The hurling, however, was a different matter. The trainer was from Cork and he took it all very seriously. Ah, well do I remember my primary school days when year after year the hurling team won the All-Irealnd. They would tour the schools, show us the McCarthy cup, and give us all a half day (they won three in a row between 76 and 78 – formative years, I was 7, 8 and 9 and very grateful for the half day). The trainer clearly remembered that too and he was taking no prisoners. Having equipped his 30 four year old with helmets and hurleys, he went down the line “clashing the ash” (essentially walloping their hurleys with his) and he made them all get in the ready position and roar (something that works well for the NZ rugby team). There was some confusion with his instructions. “Is the ready position holding the hurley on our heads?” roared the trainer. Some of the young men thought it was and held their hurleys over their heads. The match itself was more like a real match than I had at all anticipated following the football. Poor Daniel came trailing over to me saying that no one was giving him the ball and I explained to him that he had to go and get it. I then had to wade on to the pitch and separate him out from another little boy who had taken the ball from him. Aside from this minor off the ball incident and despite the fact that 30 little boys were given sticks and told to swing them, there were no injuries.
In encouraging the Princess to play (in vain), I picked up a hurley myself for the first time in my life. My previous experience had only been in hockey and a hurley has a much bigger head, so it is much easier to dribble the ball. I was delighted with myself as I zoomed around the little markers until I heard an English accented voice say “that looks like a back stick to me.” These migrants are clearly mingling well. After confirming that I was indeed playing a different game (with his hurley as it turned out), he encouraged me to go again. I was happily zooming round the obstacles (the Princess lolling disinterestedly by the fence) when a six year old came up and with a sweeping wallop of her hurley took the ball out from under me. This is indeed a very different game, maybe I should stick to what I know.

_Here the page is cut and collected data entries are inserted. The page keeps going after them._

int Coverage(int argc, char** argv) {
  std::string map_dir, out;
  po::options_description desc(
      "sightfix-indexer coverage: where a map covers, as RFC 7946 GeoJSON: tile polygons with\n"
      "image and point counts and point density, survey tracks.\n\n"
      "Usage: sightfix-indexer coverage --map MAPDIR --out FILE.geojson [--json]\n\nOptions");
  desc.add_options()("help,h", "show this help")("map", po::value(&map_dir), "map folder")(
      "out", po::value(&out), "GeoJSON file to write")("json", "print a JSON summary on stdout");
  po::variables_map vm;
  if (int rc = ParseFlags(argc, argv, "coverage", desc, &vm); rc >= 0) return rc;
  if (map_dir.empty() || out.empty()) return Fail("coverage needs --map MAPDIR and --out FILE", 2);
  auto j = sightfix::CoverageGeoJson(map_dir);
  if (!j.ok()) return Fail(j.status().ToString(), 2);
  std::ofstream f(out);
  f << j->dump() << "\n";
  if (!f.flush()) return Fail("cannot write " + out, 1);
  int tiles = 0, tracks = 0;
  for (const auto& feature : (*j)["features"])
    (feature["properties"]["kind"] == "tile" ? tiles : tracks)++;
  if (vm.count("json"))
    std::cout << nlohmann::json{{"out", out}, {"tiles", tiles}, {"tracks", tracks}}.dump(2) << "\n";
  else
    std::printf("%s: %d tile polygons, %d survey tracks\n", out.c_str(), tiles, tracks);
  return 0;
}

int Retrain(int argc, char** argv) {
  sightfix::BuildOptions o;
  po::options_description desc(
      "sightfix-indexer retrain: a new global descriptor model from every image of the map (the\n"
      "features its tiles keep), every tile rewritten with new codes under the next version's\n"
      "names, then one catalog switch; the old model serves until then.\n\n"
      "Usage: sightfix-indexer retrain --map MAPDIR [--jobs N] [--json]\n\nOptions");
  desc.add_options()("help,h", "show this help")("map", po::value(&o.map_dir), "map folder")(
      "jobs", po::value(&o.jobs)->default_value(0), "worker threads (0 = all cores)")(
      "quiet", "no progress on stderr")("json", "print the summary as JSON on stdout");
  po::variables_map vm;
  if (int rc = ParseFlags(argc, argv, "retrain", desc, &vm); rc >= 0) return rc;
  if (o.map_dir.empty()) return Fail("retrain needs --map MAPDIR", 2);
  o.progress = vm.count("quiet") == 0;
  sightfix::Result<sightfix::BuildSummary> s = sightfix::RetrainMap(o);
  if (!s.ok()) return Fail(s.status().ToString() + "\nthe map was not changed", 1);
  if (vm.count("json")) {
    std::cout << sightfix::BuildSummaryJson(*s).dump(2) << "\n";
    return 0;
  }
  std::printf(
      "map %s version %d: new model %s (%s, %d training vectors) over %d images in %d "
      "tiles; %.1f s\n",
      o.map_dir.c_str(), s->map_version, s->model_id.c_str(), s->codec.c_str(), s->training_vectors,
      s->images, s->tiles, s->seconds);
  return 0;
}

void Usage() {
  std::printf(
      "sightfix-indexer: builds sightfix maps from survey drives\n\n"
      "Usage: sightfix-indexer COMMAND [options]\n\nCommands:\n"
      "  build --drive DIR --map MAPDIR      a new map from one survey (drive.csv, rig, EXIF, "
      "GPX)\n"
      "  add --drive DIR --map MAPDIR        one more survey into a map (touched tiles only)\n"
      "  retrain --map MAPDIR                a new model from all of the map's images\n"
      "  train --drive DIR --map MAPDIR      build, step 1 of 4 on a cluster: the model\n"
      "  plan --drive DIR --map MAPDIR --shards N   step 2: the tile jobs, dealt to N shards\n"
      "  build-tiles --plan FILE --shard I/N step 3: one shard's tiles (independent jobs)\n"
      "  publish --plan FILE                 step 4: checks every shard, switches the catalog\n"
      "  inspect --map MAPDIR [--json]       what a map holds\n"
      "  verify --map MAPDIR [--json]        checks a map; names every bad tile\n"
      "  coverage --map MAPDIR --out F.geojson   tile polygons and survey tracks\n\n"
      "sightfix-indexer COMMAND --help tells more.\n");
}

}  // namespace

int main(int argc, char** argv) {
  sightfix::InstallCrashReport("sightfix-indexer");
  sightfix::PinLibraryThreads();  // DEVELOPERS.md, Threads: we parallelise across images ourselves
  if (argc < 2 || std::string(argv[1]) == "--help" || std::string(argv[1]) == "-h") {
    Usage();
    return argc < 2 ? 2 : 0;
  }
  const std::string command = argv[1];
  if (command == "build") return Build(argc - 1, argv + 1, false);
  if (command == "add") return Build(argc - 1, argv + 1, true);
  if (command == "retrain") return Retrain(argc - 1, argv + 1);
  if (command == "train") return Train(argc - 1, argv + 1);
  if (command == "plan") return Plan(argc - 1, argv + 1);
  if (command == "build-tiles") return BuildTiles(argc - 1, argv + 1);
  if (command == "publish") return Publish(argc - 1, argv + 1);
  if (command == "inspect") return Inspect(argc - 1, argv + 1);
  if (command == "verify") return Verify(argc - 1, argv + 1);
  if (command == "coverage") return Coverage(argc - 1, argv + 1);
  Usage();
  return Fail("unknown command '" + command + "'", 2);
}
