/// Draw the history view for the athlete under the roster cursor.
pub fn render(app: &App, area: Rect, buf: &mut Buffer) {
    let t = &app.theme;
    let Some(a) = app
        .cursor
        .athlete
        .as_deref()
        .and_then(|id| app.roster.athlete(id))
    else {
        let block = pane_block(app, " History ", false);
        let inner = block.inner(area);
        block.render(area, buf);
        Paragraph::new("no athlete selected").render(inner, buf);
        return;
    };
    let title = format!(" History: {} ", crate::roster::printable(&a.profile.name));
    let block = pane_block(app, title, false);
    let inner = block.inner(area);
    block.render(area, buf);
    let Some(hv) = app.history.as_ref().filter(|h| h.athlete == a.id) else {
        let (n, analysed, dist) = totals(app, &a.id);
        let lines = vec![
            Line::styled(
                format!(
                    "{n} session(s), {analysed} analysed, {}",
                    format_distance(dist, a.profile.units)
                ),
                t.text,
            ),
            Line::styled(
                format!("{} builds the history", app.keymap.first(Action::History)),
                t.dim,
            ),
        ];
        Paragraph::new(lines)
            .wrap(Wrap { trim: false })
            .render(inner, buf);
        return;
    };
    let h = &hv.history;
    let u = a.profile.units;
    let roomy = inner.width >= ROOMY_W && inner.height >= ROOMY_H;

    // Top: the window, the cautions (always shown, in full) and the criticism note.
    let weeks = hv.window.shown_weeks();
    let mut top = vec![Line::from(vec![
        Span::styled(
            format!(
                "{} to {}: {} week{}, {} session{}",
                h.from,
                h.to,
                weeks,
                if weeks == 1 { "" } else { "s" },
                h.sessions,
                if h.sessions == 1 { "" } else { "s" }
            ),
            t.text,
        ),
        Span::styled(
            format!(
                "   {}/{} pan, {}/{} zoom, {} back",
                app.keymap.first(Action::Left),
                app.keymap.first(Action::Right),
                app.keymap.first(Action::ZoomIn),
                app.keymap.first(Action::ZoomOut),
                app.keymap.first(Action::History)
            ),
            t.dim,
        ),
    ])];
    let when = when(hv);
    for c in &h.cautions {
        let text = if roomy {
            c.clone()
        } else {
            // Small screens: the first sentence and the gist of the medical wording; the
            // full text is in the roomy layout and in `splitdesk trends`.
            let first = c.split(". ").next().unwrap_or(c).trim_end_matches('.');
            format!("{first}. Coaching aid, not medical advice.")
        };
        top.push(Line::styled(format!("CAUTION: {text}"), t.caution));
    }
    // Small screens with a caution for today already: that one says it; room goes to the bars.
    let spikes_line = roomy || h.cautions.is_empty();
    if let (true, Some(first), Some(last)) =
        (spikes_line, h.load_spikes.first(), h.load_spikes.last())
    {
        // The days in the window whose load took the ratio to the caution band: every day on
        // a roomy screen when there are few, else a summary (`splitdesk trends` lists all).
        let n = h.load_spikes.len();
        let text = if roomy && n <= 4 {
            let days: Vec<String> = h
                .load_spikes
                .iter()
                .map(|d| format!("{} ({:.2})", d.date, d.ratio))
                .collect();
            format!(
                "load rose sharply (ratio {:.1}+) on {}. Coaching aid, not medical advice: look \
                 at how the athlete is coping.",
                h.acute_chronic_bands.caution,
                days.join(", ")
            )
        } else if roomy {
            let top = h
                .load_spikes
                .iter()
                .max_by(|a, b| a.ratio.total_cmp(&b.ratio))
                .unwrap_or(last);
            format!(
                "load rose sharply (ratio {:.1}+) on {n} days from {} to {}, highest {:.2} on \
                 {}. Coaching aid, not medical advice: look at how the athlete is coping.",
                h.acute_chronic_bands.caution, first.date, last.date, top.ratio, top.date
            )
        } else if n == 1 {
            format!("load spike on {}.", last.date)
        } else {
            format!("load spikes on {n} days, last {}.", last.date)
        };
        top.push(Line::styled(format!("CAUTION: {text}"), t.caution));
    }
    let criticism = &h.acute_chronic_bands.criticism;
    let note = if roomy {
        criticism.clone()
    } else {
        // The last clause is the one-line gist of the criticism.
        let gist = criticism.rsplit("; ").next().unwrap_or(criticism);
        format!("Ratio: {gist}")
    };
    top.push(Line::styled(note, t.dim));
    let top_h = wrapped_height(&top, inner.width).min(inner.height);
    let [top_area, rest] =
        Layout::vertical([Constraint::Length(top_h), Constraint::Min(0)]).areas(inner);
    Paragraph::new(top)
        .wrap(Wrap { trim: false })
        .render(top_area, buf);
    if rest.height == 0 {
        return;
    }

    if roomy {
        let [left, right] =
            Layout::horizontal([Constraint::Percentage(55), Constraint::Percentage(45)])
                .spacing(2)
                .areas(rest);
        let [vol, load, fit] = Layout::vertical([
            Constraint::Ratio(1, 3),
            Constraint::Ratio(1, 3),
            Constraint::Ratio(1, 3),
        ])
        .areas(left);
        volume(t, hv, u, vol, buf);
        load_chart(t, h, &when, load, buf);
        fitness_chart(t, h, &when, fit, buf);
        let [eff, best, pred] = Layout::vertical([
            Constraint::Ratio(1, 3),
            Constraint::Ratio(1, 3),
            Constraint::Ratio(1, 3),
        ])
        .areas(right);
        efficiency(t, h, eff, buf);
        best_efforts(t, h, u, best, buf);
        predictions(t, h, pred, buf);
    } else {
        // Stacked: the week bars, then every other section collapsed to a line or two.
        let bars_h = if rest.height >= 12 {
            6
        } else {
            rest.height / 2
        };
        let [vol, text] =
            Layout::vertical([Constraint::Length(bars_h), Constraint::Min(0)]).areas(rest);
        volume(t, hv, u, vol, buf);
        Paragraph::new(collapsed(t, h, u, &when))
            .wrap(Wrap { trim: false })
            .render(text, buf);
    }
}
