/// Most spread of hill-adjusted speed across a session's intervals for it to count as
/// steady throughout, percent.
// Our choice (no published source): the intervals of an even easy run sit within 1-3 % of
// each other; a progression in 5 % steps or an easy run with a tempo block inside it spreads
// wider.
pub const STEADY_MAX_SPREAD_PCT: f64 = 6.0;

/// Most the best 3-minute speed may exceed the session's mean moving speed for the session
/// to count as steady throughout (a ratio). Catches surges the interval finder did not split
/// out. Raw speed, so it is loose enough for descents at an even effort.
// Our choice (no published source): even easy runs on the demo roster and in the simulator
// stay under 1.08; a 3-minute rep at 5 km pace in an easy session is about 1.3.
pub const STEADY_MAX_BURST_RATIO: f64 = 1.20;

/// Window of the best effort compared with the mean speed for [`STEADY_MAX_BURST_RATIO`], s.
pub const STEADY_BURST_WINDOW_S: f64 = 180.0;

/// Pieces at the start or end of a session shorter than this (standing at the start, a walk
/// at the end) are not counted in the spread of effort, seconds.
// Our choice (no published source): a standing start or a walk home is not a change of
// effort within the run.
pub const STEADY_END_PIECE_S: f64 = 120.0;

/// Share of the session's time one lone work interval must cover for the session to still
/// count as one effort (a standing start cut off as a seconds-long "warm-up").
// Our choice (no published source).
pub const STEADY_LONE_WORK_SHARE: f64 = 0.9;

When relating all of this to my mother-in-law the next day, she told me that her father-in-law, my children’s great-grandfather, had played senior hurling for Tipperary. This is information which was hitherto unknown to me and very impressive indeed, trumping the information I already had that my father-in-law had played minor football for Dublin. I see a great future for my children, particularly, if I ever succeed in actually getting the Princess on the pitch.